Average amount outstanding - commercial paper (based on daily outstanding balances) (a)
$
107

Average amount outstanding - revolving credit facility (based on daily outstanding balances) (a)
$
55

Weighted average interest rates - commercial paper (a)
1.28
%
Weighted average interest rates - revolving credit facility (a)
2.07
%
__________
(a)
Averages for the Revolving Credit Facility are for the first 29 days of the year after which all borrowings were through the CP Program.

The Revolving Credit Facility contains customary affirmative and negative covenants, such as limitations on certain liens, restrictions on certain transactions, and maintenance of a certain Consolidated Indebtedness to Capitalization Ratio. Under the Revolving Credit Facility, our Consolidated Indebtedness to Capitalization Ratio is calculated by dividing (i) Consolidated Indebtedness, which includes letters of credit, certain guarantees issued and excludes RSNs by (ii) Capital, which includes Consolidated Indebtedness plus Net Worth, which excludes noncontrolling interests in subsidiaries and includes the aggregate outstanding amount of the RSNs. Subject to applicable cure periods, a violation of any of these covenants would constitute an event of default that entitles the lenders to terminate their remaining commitments and accelerate all principal and interest outstanding. We were in compliance with these covenants as of September 30, 2017.


69



The Revolving Credit Facility prohibits us from paying cash dividends if a default or an event of default exists prior to, or would result after, paying a dividend. Although these contractual restrictions exist, we do not anticipate triggering any default measures or restrictions.

Financing Activities

Financing activities for the nine months ended September 30, 2017 consisted of short-term borrowings from our Revolving Credit Facility and CP Program. We also made principal payments of $50 million each on May 16, 2017 and July 17, 2017 on our Corporate term loan due August 9, 2019. Short-term borrowings from our CP program were used to fund the payments on the Corporate term loan. On August 4, 2017, we renewed the ATM equity offering program initiated in 2016 which reset the size of the ATM equity offering program to an aggregate value of up to $300 million. We did not issue any shares of common stock under our ATM equity offering program.
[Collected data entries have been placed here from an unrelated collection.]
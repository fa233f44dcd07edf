// A throwaway Redis for tests (the shared rate-limit store, RATE_LIMIT_STORE=redis): Node
// built-ins only, like pg.mjs. Listens on 127.0.0.1 only, keeps nothing on disk, and is stopped
// by the PID it wrote at start.
import { execFileSync, spawnSync } from 'node:child_process';
import fs from 'node:fs';
import net from 'node:net';
import path from 'node:path';

const isRoot = typeof process.getuid === 'function' && process.getuid() === 0;
const CANDIDATES = ['/usr/bin/redis-server', '/usr/local/bin/redis-server'];

/** Finds redis-server: the usual Debian path, /usr/local/bin, then PATH. */
export function findRedisBin() {
  for (const f of CANDIDATES) if (fs.existsSync(f)) return f;
  const r = spawnSync('sh', ['-c', 'command -v redis-server'], { encoding: 'utf8' });
  return r.status === 0 && r.stdout.trim() ? r.stdout.trim() : null;
}

/** Finds the binary, installing Debian's package when running as root; otherwise explains. */
export function ensureRedisBin(log = console.log) {
  let bin = findRedisBin();
  if (bin) return bin;
  const hasApt = spawnSync('sh', ['-c', 'command -v apt-get']).status === 0;
  if (isRoot && hasApt) {
    log('redis-server not found; installing Debian package "redis-server" with apt-get…');
    // RUNLEVEL=1: the package's init script must not start a system-wide Redis on port 6379.
    const env = { ...process.env, DEBIAN_FRONTEND: 'noninteractive', RUNLEVEL: '1' };
    try {
      execFileSync('apt-get', ['update', '-qq'], { stdio: 'inherit', env });
      execFileSync('apt-get', ['install', '-y', '-qq', 'redis-server'], { stdio: 'inherit', env });
    } catch (e) {
      throw new Error(`apt-get install redis-server failed: ${e.message}`, { cause: e });
    }
    bin = findRedisBin();
    if (bin) return bin;
  }
  throw new Error(
    'redis-server was not found, and it could not be installed ' +
      (isRoot ? '(apt-get is missing or did not provide it).\n' : '(not running as root).\n') +
      'Install it, e.g. on Debian/Ubuntu: sudo apt-get install -y redis-server',
  );
}

/** Resolves true once something accepts TCP connections on 127.0.0.1:port. */
function accepts(port) {
  return new Promise((resolve) => {
    const s = net.connect({ host: '127.0.0.1', port });
    s.once('connect', () => {
      s.destroy();
      resolve(true);
    });
    s.once('error', () => resolve(false));
  });
}

function alive(pid) {
  try {
    process.kill(pid, 0);
    return true;
  } catch {
    return false;
  }
}

const sleep = (ms) => new Promise((r) => setTimeout(r, ms));

/**
 * A Redis handle on `dir` (created if missing) and `port`: { port, url, dir, start(), stop(),
 * pid() }. start() launches `redis-server` daemonised with no persistence (--save '',
 * --appendonly no) and waits until it accepts connections; stop() sends SIGTERM to the PID in
 * its pid file and waits for the process to exit. Both may be called again (restart on the same
 * port, as after an outage).
 */
export function redis({ dir, port, log = console.log }) {
  const pidFile = path.join(dir, 'redis.pid');
  const logFile = path.join(dir, 'redis.log');

  function pid() {
    try {
      const n = Number(fs.readFileSync(pidFile, 'utf8').trim());
      return n > 0 && alive(n) ? n : null;
    } catch {
      return null;
    }
  }

  async function start() {
    const bin = ensureRedisBin(log);
    fs.mkdirSync(dir, { recursive: true });
    if (pid()) return;
    const r = spawnSync(
      bin,
      [
        '--port',
        String(port),
        '--bind',
        '127.0.0.1',
        '--save',
        '',
        '--appendonly',
        'no',
        '--dir',
        dir,
        '--daemonize',
        'yes',
        '--pidfile',
        pidFile,
        '--logfile',
        logFile,
      ],
      { encoding: 'utf8' },
    );
    if (r.status !== 0) throw new Error(`redis-server failed to start: ${r.stderr}${r.stdout}`);
    const deadline = Date.now() + 10_000;
    while (!(pid() && (await accepts(port)))) {
      if (Date.now() > deadline) {
        const tail = safeRead(logFile).split('\n').slice(-20).join('\n');
        throw new Error(`redis-server did not listen on 127.0.0.1:${port}:\n${tail}`);
      }
      await sleep(20);
    }
  }

  async function stop() {
    const p = pid();
    if (!p) return;
    process.kill(p, 'SIGTERM');
    const deadline = Date.now() + 10_000;
    while (alive(p)) {
      if (Date.now() > deadline) {
        process.kill(p, 'SIGKILL');
        break;
      }
      await sleep(20);
    }
  }

  return { dir, port, url: `redis://127.0.0.1:${port}`, start, stop, pid };
}

function safeRead(f) {
  try {
    return fs.readFileSync(f, 'utf8');
  } catch {
    return '';
  }
}
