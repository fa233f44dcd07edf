export interface MaildevHandle {
  pid: number | undefined;
  smtpPort: number;
  webPort: number;
  smtpUrl: string;
  webUrl: string;
  apiUrl: string;
  messages(): Promise<unknown[]>;
  clear(): Promise<void>;
  stop(): Promise<void>;
}
export function start(opts?: {
  smtpPort?: number;
  webPort?: number;
  dir?: string;
  log?: (line: string) => void;
  timeoutMs?: number;
}): Promise<MaildevHandle>;
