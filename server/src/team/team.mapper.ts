import type { MembershipEntity } from '../organizations/membership.entity.js';
import type { InviteResponseDto, MemberResponseDto, SeatsResponseDto } from './dto/team.dto.js';
import type { InviteEntity } from './invite.entity.js';
import type { SeatUsage } from './seats.js';

export function inviteStatus(i: InviteEntity, now = new Date()): InviteResponseDto['status'] {
  if (i.acceptedAt) return 'accepted';
  if (i.canceledAt) return 'canceled';
  return i.expiresAt <= now ? 'expired' : 'pending';
}

export const toInviteDto = (i: InviteEntity): InviteResponseDto => ({
  id: i.id,
  email: i.email,
  role: i.role,
  status: inviteStatus(i),
  invitedBy: i.invitedBy?.name ?? null,
  expiresAt: i.expiresAt.toISOString(),
  lastSentAt: i.lastSentAt.toISOString(),
  createdAt: i.createdAt.toISOString(),
});

export const toMemberDto = (m: MembershipEntity): MemberResponseDto => ({
  userId: m.userId,
  name: m.user?.name ?? '',
  email: m.user?.email ?? '',
  role: m.role,
  joinedAt: m.createdAt.toISOString(),
});

export const toSeatsDto = (u: SeatUsage): SeatsResponseDto => ({
  limit: u.seats,
  used: u.used,
  members: u.members,
  pendingInvites: u.pendingInvites,
  planCode: u.planCode,
  planName: u.planName,
});
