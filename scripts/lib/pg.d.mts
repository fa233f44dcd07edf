export interface Cluster {
  dir: string;
  port: number;
  bin: string;
  start(): { created: boolean };
  stop(): void;
  isRunning(): boolean;
  url(db?: string): string;
  createDatabase(name: string): string;
  psql(sql: string, db?: string): string;
  pid(): number | null;
}
export function findPgBin(): string | null;
export function ensurePgBin(log?: (msg: string) => void): string;
export function cluster(opts: {
  dir: string;
  port: number;
  fast?: boolean;
  log?: (msg: string) => void;
}): Cluster;
export function freePort(): Promise<number>;
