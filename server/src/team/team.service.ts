import { Injectable } from '@nestjs/common';
import { InjectDataSource, InjectRepository } from '@nestjs/typeorm';
import { DataSource, EntityManager, Repository } from 'typeorm';
import { AuditService } from '../audit/audit.service.js';
import type { RequestMeta, SessionPrincipal } from '../auth/request-context.js';
import type { Role } from '../common/decorators/access.decorator.js';
import { DomainError } from '../common/errors/domain-error.js';
import { MembershipEntity } from '../organizations/membership.entity.js';
import { seatUsage, type SeatUsage } from './seats.js';

const UUID = /^[0-9a-f]{8}-[0-9a-f]{4}-[0-9a-f]{4}-[0-9a-f]{4}-[0-9a-f]{12}$/i;

@Injectable()
export class TeamService {
  constructor(
    @InjectRepository(MembershipEntity) private readonly memberships: Repository<MembershipEntity>,
    @InjectDataSource() private readonly ds: DataSource,
    private readonly audit: AuditService,
  ) {}

  listMembers(organizationId: string) {
    return this.memberships.find({
      where: { organizationId },
      relations: { user: true },
      order: { createdAt: 'ASC' },
    });
  }

  /** Members and pending invitations against the plan's seats. */
  seats(organizationId: string): Promise<SeatUsage> {
    return seatUsage(this.ds, organizationId);
  }

  /**
   * Only owners grant or take away the owner role; an organisation always keeps an owner; nobody
   * changes their own role (another admin or an owner does; an owner may transfer ownership).
   */
  async changeRole(p: SessionPrincipal, userId: string, role: Role, meta: RequestMeta) {
    if (userId.toLowerCase() === p.userId.toLowerCase()) {
      throw new DomainError(
        'forbidden',
        p.role === 'owner'
          ? 'You cannot change your own role. To step down, transfer ownership to another member, or ask another owner to change your role.'
          : 'You cannot change your own role. Another admin or an owner can change it.',
        [{ field: 'userId', reason: 'is you' }],
      );
    }
    const updated = await this.ds.transaction(async (m) => {
      const target = await this.target(m, p.organizationId, userId);
      if ((target.role === 'owner' || role === 'owner') && p.role !== 'owner') {
        throw new DomainError('forbidden', 'Only an owner can grant or change the owner role.');
      }
      if (target.role === role) return { target, from: role };
      if (target.role === 'owner') await assertAnotherOwner(m, p.organizationId);
      const from = target.role;
      await m.update(MembershipEntity, { id: target.id }, { role });
      return { target: { ...target, role }, from };
    });
    if (updated.from !== role) {
      await this.audit.record({
        organizationId: p.organizationId,
        action: 'member.role_changed',
        actorUserId: p.userId,
        targetType: 'user',
        targetId: userId,
        meta,
        metadata: { from: updated.from, to: role },
      });
    }
    return this.memberships.findOneOrFail({
      where: { id: updated.target.id },
      relations: { user: true },
    });
  }

  async removeMember(p: SessionPrincipal, userId: string, meta: RequestMeta): Promise<void> {
    const removed = await this.ds.transaction(async (m) => {
      const target = await this.target(m, p.organizationId, userId);
      if (target.role === 'owner' && p.role !== 'owner') {
        throw new DomainError('forbidden', 'Only an owner can remove an owner.');
      }
      if (target.role === 'owner') await assertAnotherOwner(m, p.organizationId);
      await m.delete(MembershipEntity, { id: target.id });
      return target;
    });
    // Their sessions for this organisation stop at once: the guard re-reads the membership.
    await this.audit.record({
      organizationId: p.organizationId,
      action: 'member.removed',
      actorUserId: p.userId,
      targetType: 'user',
      targetId: userId,
      meta,
      metadata: { role: removed.role },
    });
  }

  /** Makes `userId` an owner and the caller an admin. */
  async transferOwnership(p: SessionPrincipal, userId: string, meta: RequestMeta): Promise<void> {
    if (userId === p.userId) {
      throw new DomainError('invalid_input', 'You already own this organisation.', [
        { field: 'userId', reason: 'is you' },
      ]);
    }
    await this.ds.transaction(async (m) => {
      const target = await this.target(m, p.organizationId, userId);
      await m.update(MembershipEntity, { id: target.id }, { role: 'owner' });
      await m.update(
        MembershipEntity,
        { organizationId: p.organizationId, userId: p.userId },
        { role: 'admin' },
      );
    });
    await this.audit.record({
      organizationId: p.organizationId,
      action: 'organization.ownership_transferred',
      actorUserId: p.userId,
      targetType: 'user',
      targetId: userId,
      meta,
    });
  }

  private async target(m: EntityManager, organizationId: string, userId: string) {
    const target = UUID.test(userId)
      ? await m.findOne(MembershipEntity, {
          where: { organizationId, userId },
          lock: { mode: 'pessimistic_write' },
        })
      : null;
    if (!target) throw new DomainError('not_found', 'No such member in this organisation.');
    return target;
  }
}

/** Locks the owner rows, so two concurrent demotions cannot leave no owner. */
async function assertAnotherOwner(m: EntityManager, organizationId: string) {
  const owners: unknown[] = await m.query(
    `SELECT id FROM memberships WHERE organization_id = $1 AND role = 'owner' FOR UPDATE`,
    [organizationId],
  );
  if (owners.length <= 1) {
    throw new DomainError(
      'conflict',
      'The last owner cannot be removed or demoted; make someone else owner first.',
    );
  }
}
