import {
  Check,
  Column,
  CreateDateColumn,
  Entity,
  Index,
  JoinColumn,
  ManyToOne,
  PrimaryGeneratedColumn,
  UpdateDateColumn,
} from 'typeorm';
import type { Role } from '../common/decorators/access.decorator.js';
import { UserEntity } from '../users/user.entity.js';
import { OrganizationEntity } from './organization.entity.js';

/** A user's role in one organisation. */
@Entity('memberships')
@Check('memberships_role_check', `role IN ('owner', 'admin', 'developer', 'photographer')`)
@Index('uq_memberships_org_user', ['organizationId', 'userId'], { unique: true })
@Index('ix_memberships_user', ['userId'])
export class MembershipEntity {
  @PrimaryGeneratedColumn('uuid')
  id: string;

  @Column({ type: 'uuid' })
  organizationId: string;

  @ManyToOne(() => OrganizationEntity, { onDelete: 'CASCADE' })
  @JoinColumn({ name: 'organization_id', foreignKeyConstraintName: 'fk_memberships_organization' })
  organization?: OrganizationEntity;

  @Column({ type: 'uuid' })
  userId: string;

  @ManyToOne(() => UserEntity, { onDelete: 'CASCADE' })
  @JoinColumn({ name: 'user_id', foreignKeyConstraintName: 'fk_memberships_user' })
  user?: UserEntity;

  @Column({ type: 'text' })
  role: Role;

  @CreateDateColumn({ type: 'timestamptz' })
  createdAt: Date;

  @UpdateDateColumn({ type: 'timestamptz' })
  updatedAt: Date;
}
Financing activities from the prior year consisted of completing the permanent financing for the SourceGas Acquisition. In addition to the net proceeds of $536 million from our November 2015 equity issuances, we completed the Acquisition financing with $546 million of net proceeds from our January 2016 debt offering. We also refinanced the long-term debt assumed with the SourceGas Acquisition primarily through $693 million of net proceeds from our August 19, 2016 debt offerings. In addition to our debt refinancings, we issued a total of 1.97 million shares of common stock throughout 2016 for net proceeds of approximately $119 million through our ATM equity offering program, and sold a 49.9% noncontrolling interest in Black Hills Colorado IPP for $216 million in April 2016.

Future Financing Plans

We anticipate the following financing activities:

Remarketing the junior subordinated notes maturing in 2018;

Evaluating a one-to-two year extension of our Revolving Credit Facility and CP program to be completed in 2018; and

Evaluating refinancing options for term loan and short-term borrowings under our Revolving Credit Facility and CP program.

Dividend Restrictions

As a utility holding company which owns several regulated utilities, we are subject to various regulations that could influence our liquidity. Our utilities in Arkansas, Colorado, Iowa, Kansas, Nebraska and Wyoming have regulatory agreements in which they cannot pay dividends if they have issued debt to third parties and the payment of a dividend would reduce their equity ratio to below 40% of their total capitalization; and neither Black Hills Utility Holdings nor its subsidiaries can extend credit to the Company except in the ordinary course of business and upon reasonable terms consistent with market terms. The use of our utility assets as collateral generally requires the prior approval of the state regulators in the state in which the utility assets are located. Additionally, our utility subsidiaries may generally be limited to the amount of dividends allowed by state regulatory authorities to be paid to us as a utility holding company and also may have further restrictions under the Federal Power Act. As a result of our holding company structure, our right as a common shareholder to receive assets of any of our direct or indirect subsidiaries upon a subsidiary’s liquidation or reorganization is junior to the claims against the assets of such subsidiaries by their creditors. Therefore, our holding company debt obligations are effectively subordinated to all existing and future claims of the creditors of our subsidiaries, including trade creditors, debt holders, secured creditors, taxing authorities, and guarantee holders. As of September 30, 2017, the restricted net assets at our Electric Utilities and Gas Utilities were approximately $257 million.

70



Our credit facilities and other debt obligations contain restrictions on the payment of cash dividends upon a default or event of default. An event of default would be deemed to have occurred if we did not meet certain financial covenants. The only financial covenant under our Revolving Credit Facility and existing term loans is a Consolidated Indebtedness to Capitalization Ratio, which requires us to maintain a Consolidated Indebtedness to Capitalization Ratio not to exceed 0.65 to 1.00 at the end of any fiscal quarter. Our Consolidated Indebtedness to Capitalization Ratio is calculated by dividing (i) Consolidated Indebtedness, which includes letters of credit, certain guarantees issued and excludes RSNs by (ii) Capital, which includes Consolidated Indebtedness plus Net Worth, which excludes noncontrolling interests in subsidiaries and includes the aggregate outstanding amount of the RSNs. Additionally, covenants within Cheyenne Light’s financing agreements require Cheyenne Light to maintain a debt to capitalization ratio of no more than 0.60 to 1.00. As of September 30, 2017, we were in compliance with these covenants.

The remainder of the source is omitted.